[Saved data entries]

▶

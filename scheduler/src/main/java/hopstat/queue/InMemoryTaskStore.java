package hopstat.queue;

import hopstat.record.RealisationRecord;
import hopstat.task.Outcome;
import hopstat.task.RealisationTask;
import java.io.IOException;
import java.time.Clock;
import java.time.Instant;
import java.util.ArrayDeque;
import java.util.ArrayList;
import java.util.Deque;
import java.util.EnumMap;
import java.util.LinkedHashMap;
import java.util.List;
import java.util.Map;
import java.util.Optional;
import java.util.function.BiFunction;

/**
 * A task store held in memory. Durable stores extend it and persist finished records in {@link
 * #persist} before the state changes. Thread-safe by a single monitor: a claim or a completion is
 * microseconds against realisations of milliseconds to minutes.
 */
public class InMemoryTaskStore implements TaskStore {

  private static final class Entry {
    final RealisationTask task;
    TaskState state = TaskState.PENDING;
    long version;
    int attempts;
    String owner;
    Instant heartbeat;
    RealisationRecord record;
    final List<TaskView.Transition> history = new ArrayList<>(4);

    Entry(RealisationTask task) {
      this.task = task;
    }
  }

  private final Clock clock;
  private final BiFunction<RealisationTask, String, RealisationRecord> failureRecords;
  private final Map<String, Entry> entries = new LinkedHashMap<>();
  private final Map<String, RealisationRecord> preloaded;
  private final Deque<Entry> pending = new ArrayDeque<>();

  /**
   * @param clock timestamps of history and heartbeats
   * @param failureRecords builds the FAILED record of a task given up by the sweeper (task, reason)
   * @param preloaded records finished in earlier sessions, by task id: such tasks enter as
   *     DONE/FAILED when added
   */
  public InMemoryTaskStore(
      Clock clock,
      BiFunction<RealisationTask, String, RealisationRecord> failureRecords,
      Map<String, RealisationRecord> preloaded) {
    this.clock = clock;
    this.failureRecords = failureRecords;
    this.preloaded = new LinkedHashMap<>(preloaded);
  }

  /** Persists a finished record before the state change; in memory: nothing to do. */
  protected void persist(RealisationRecord record) throws IOException {}

  @Override
  public synchronized int add(List<RealisationTask> tasks) {
    int added = 0;
    for (RealisationTask t : tasks) {
      if (entries.containsKey(t.taskId())) {
        continue;
      }
      Entry e = new Entry(t);
      entries.put(t.taskId(), e);
      RealisationRecord done = preloaded.get(t.taskId());
      Instant now = clock.instant();
      e.history.add(new TaskView.Transition(TaskState.PENDING, now));
      if (done != null) {
        e.record = done;
        move(e, TaskState.RUNNING, now);
        move(e, done.result().outcome() == Outcome.DONE ? TaskState.DONE : TaskState.FAILED, now);
      } else {
        pending.addLast(e);
        added++;
      }
    }
    return added;
  }

  @Override
  public synchronized Optional<Claim> claim(String workerId) {
    Entry e = pending.pollFirst();
    if (e == null) {
      return Optional.empty();
    }
    Instant now = clock.instant();
    move(e, TaskState.RUNNING, now);
    e.attempts++;
    e.owner = workerId;
    e.heartbeat = now;
    return Optional.of(new Claim(e.task, workerId, e.version));
  }

  @Override
  public synchronized boolean heartbeat(Claim claim) {
    Entry e = entries.get(claim.task().taskId());
    if (e == null || e.version != claim.version() || e.state != TaskState.RUNNING) {
      return false;
    }
    e.heartbeat = clock.instant();
    return true;
  }

  @Override
  public synchronized boolean complete(Claim claim, RealisationRecord record) throws IOException {
    Entry e = entries.get(claim.task().taskId());
    if (e == null || e.version != claim.version() || e.state != TaskState.RUNNING) {
      return false;
    }
    if (!record.result().taskId().equals(e.task.taskId())) {
      throw new IllegalArgumentException(
          "record " + record.result().taskId() + " completes claim " + e.task.taskId());
    }
    persist(record);
    e.record = record;
    move(
        e,
        record.result().outcome() == Outcome.DONE ? TaskState.DONE : TaskState.FAILED,
        clock.instant());
    return true;
  }

  @Override
  public synchronized int sweep(Instant staleBefore, int maxAttempts) throws IOException {
    int swept = 0;
    for (Entry e : entries.values()) {
      if (e.state != TaskState.RUNNING || !e.heartbeat.isBefore(staleBefore)) {
        continue;
      }
      swept++;
      if (e.attempts >= maxAttempts) {
        RealisationRecord failed =
            failureRecords.apply(
                e.task,
                "worker lost " + e.attempts + " time(s): heartbeat older than " + staleBefore);
        persist(failed);
        e.record = failed;
        move(e, TaskState.FAILED, clock.instant());
      } else {
        move(e, TaskState.PENDING, clock.instant());
        pending.addFirst(e);
      }
    }
    return swept;
  }

  @Override
  public synchronized Optional<TaskView> view(String taskId) {
    Entry e = entries.get(taskId);
    return e == null
        ? Optional.empty()
        : Optional.of(new TaskView(taskId, e.state, e.version, e.attempts, e.history));
  }

  @Override
  public synchronized Map<TaskState, Integer> counts() {
    Map<TaskState, Integer> counts = new EnumMap<>(TaskState.class);
    for (TaskState s : TaskState.values()) {
      counts.put(s, 0);
    }
    for (Entry e : entries.values()) {
      counts.merge(e.state, 1, Integer::sum);
    }
    return counts;
  }

  @Override
  public synchronized List<RealisationRecord> finished() {
    List<RealisationRecord> out = new ArrayList<>();
    for (Entry e : entries.values()) {
      if (e.state.isTerminal()) {
        out.add(e.record);
      }
    }
    return out;
  }

  /**
   * Records finished in earlier sessions that no added task claimed (e.g. beyond an adaptive stop).
   */
  public synchronized List<RealisationRecord> preloadedNotAdded() {
    List<RealisationRecord> out = new ArrayList<>();
    for (Map.Entry<String, RealisationRecord> e : preloaded.entrySet()) {
      if (!entries.containsKey(e.getKey())) {
        out.add(e.getValue());
      }
    }
    return out;
  }

  @Override
  public void close() throws IOException {}

  private void move(Entry e, TaskState next, Instant at) {
    e.state.checkMoveTo(next);
    e.state = next;
    e.version++;
    e.history.add(new TaskView.Transition(next, at));
  }
}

◀

What the exercise asks
Wherever a line in the data above holds "hopstat", copy that line.

Exercise response
filename scheduler/src/main/java/hopstat/queue/InMemoryTaskStore.java
package hopstat.queue;
import hopstat.record.RealisationRecord;
import hopstat.task.Outcome;
import hopstat.task.RealisationTask;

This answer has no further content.